A burguesia ilustrada é a elite que apoia Lula e isso parece impossível diante das narrativas oficiais, que associam o presidente ao antigo vínculo com as classes pobres. Mas a queda de popularidade de Lula, que escapa dos paradigmas do “pobre de direita”, nos faz pensar sobre de que lado o petista passou a estar nos últimos três anos.
Lula tornou-se a saída de emergência para a elite do atraso, que com sua ganância sem freios se viu no risco de botar seu conservadorismo a perder. Os descendentes de bandeirantes genocidas, de senhores de engenho escravistas e de oligarquias fraudulentas e golpistas tiveram que tirar os anéis para salvar seus dedos.
Com Bolsonaro e a Covid-19, a burguesia ilustrada se viu no risco do feitiço virar contra o feiticeiro. Como vimos antes, a burguesia de chinelos viu que foi longe demais com Bolsonaro e, por isso, nossas elites do privilégio precisam se disfarçar de gente simples, se convertendo numa classe heterodoxa, fantasiada de gente simples.
Daí que vemos que a fórmula do golpe militar de 1964 passou a se tornar um bumerangue que voa na direção dos netos dos antigos golpistas que derrubaram João Goulart. Depois do AI-5 e do "milagre brasileiro", os netos da burguesia precisaram abrir mão do luxo aparente e ostensivo, e precisam parecer "simples" e "legais", vendo que agora os efeitos do golpismo se voltam contra a própria burguesia.

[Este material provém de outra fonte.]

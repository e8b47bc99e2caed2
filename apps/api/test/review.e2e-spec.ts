import { readdirSync, readFileSync } from 'node:fs';
import path from 'node:path';
import type { INestApplication } from '@nestjs/common';
import request from 'supertest';
import type { App } from 'supertest/types';
import { DataSource } from 'typeorm';
import { APP_CONFIG, type AppConfig } from '../src/config/app-config';
import { AuditEvent } from '../src/modules/audit/audit-event.entity';
import { ProjectMember } from '../src/modules/projects/project-member.entity';
import { Round } from '../src/modules/rounds/round.entity';
import { User } from '../src/modules/users/user.entity';
import { makeProject, TEST_PASSWORD, type TestProject } from './factories';
import { createTestApp } from './test-app';

type Body = Record<string, any>;
const code = `RV${String(Date.now() % 1e6)}`;
const CAUTION =
  'Roundbook computes and records; the responsible engineer decides under the project’s design and local regulations.';

/** Waits for a condition with a bounded loop of short pauses (no fixed sleeps). */
async function until<T>(probe: () => Promise<T> | T, ok: (v: T) => boolean, ms = 15_000): Promise<T> {
  const end = Date.now() + ms;
  for (;;) {
    const v = await probe();
    if (ok(v)) return v;
    if (Date.now() > end) throw new Error(`condition not reached within ${ms} ms`);
    await new Promise((r) => setTimeout(r, 25));
  }
}

const ground = {
  units: [{ name: 'Invented banded gneiss', sharePercent: 100, weatheringGrade: 'WII', strengthGrade: 'R4' }],
  pointLoadIs50: 4,
  pointLoadFactor: 22,
  inflowLpm: 3,
  inflowLengthM: 3,
  waterDescription: '',
  overbreakM3: 0.5,
  notes: '',
};
// Q = 60/4 × 1.5/2 × 1/1 = 11.25 (Barton et al. 1974) [computed here]: C1 (Q ≥ 10); the amber rule Q < 20 fires.
const fairQ = { rqd: 60, jn: 4, jr: 1.5, ja: 2, jw: 1, srf: 1 };
// Q = 10/9 × 1/4 × 1/2.5 ≈ 0.11 [computed here]: C3 (0.1–1); the red rule Q < 1 fires.
const poorQ = { rqd: 10, jn: 9, jr: 1, ja: 4, jw: 1, srf: 2.5 };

Por isso, a burguesia ilustrada de hoje precisa se separar simbolicamente da burguesia ortodoxa, que se torna a única culpada pelos retrocessos sociais do Brasil. A "nova" burguesia precisa manter o poder de seus antepassados e, por ironia, precisa se livrar da aparência para manter a essência de seus privilégios e seu domínio.
Dessa forma, hoje os netos da geração que fez o golpe de 1964 tentam renegar novos golpes, não porque viraram o suprassumo do humanismo, mas porque, para sobreviver, precisavam mudar seus métodos. Por sorte, o "poder suave" (soft power) substituiu a antiga coerção e hoje, com os segmentos sociais antes "subversivos" (proletários, camponeses, roqueiros, jovens e pobres em geral) ficaram domesticados e inofensivos, até dá gosto para o neoliberal tirar onda de esquerdista.
Por isso os netos dos que não suportavam um segundo de João Goulart no poder querem, agora, reeleger Lula e torcer para que essa reeleição seja consumada de vez, agora que o petista não assusta mais a alta sociedade e até dá dinheiro para os coletivos culturais da aristocracia artsy descolada.
A burguesia ilustrada continua gananciosa, egoísta, meritocrática e autoritária na sua essência. Apenas mudou o modo de expressar essas qualidades. Antes que o bumerangue de 1964 atinja suas cabeças.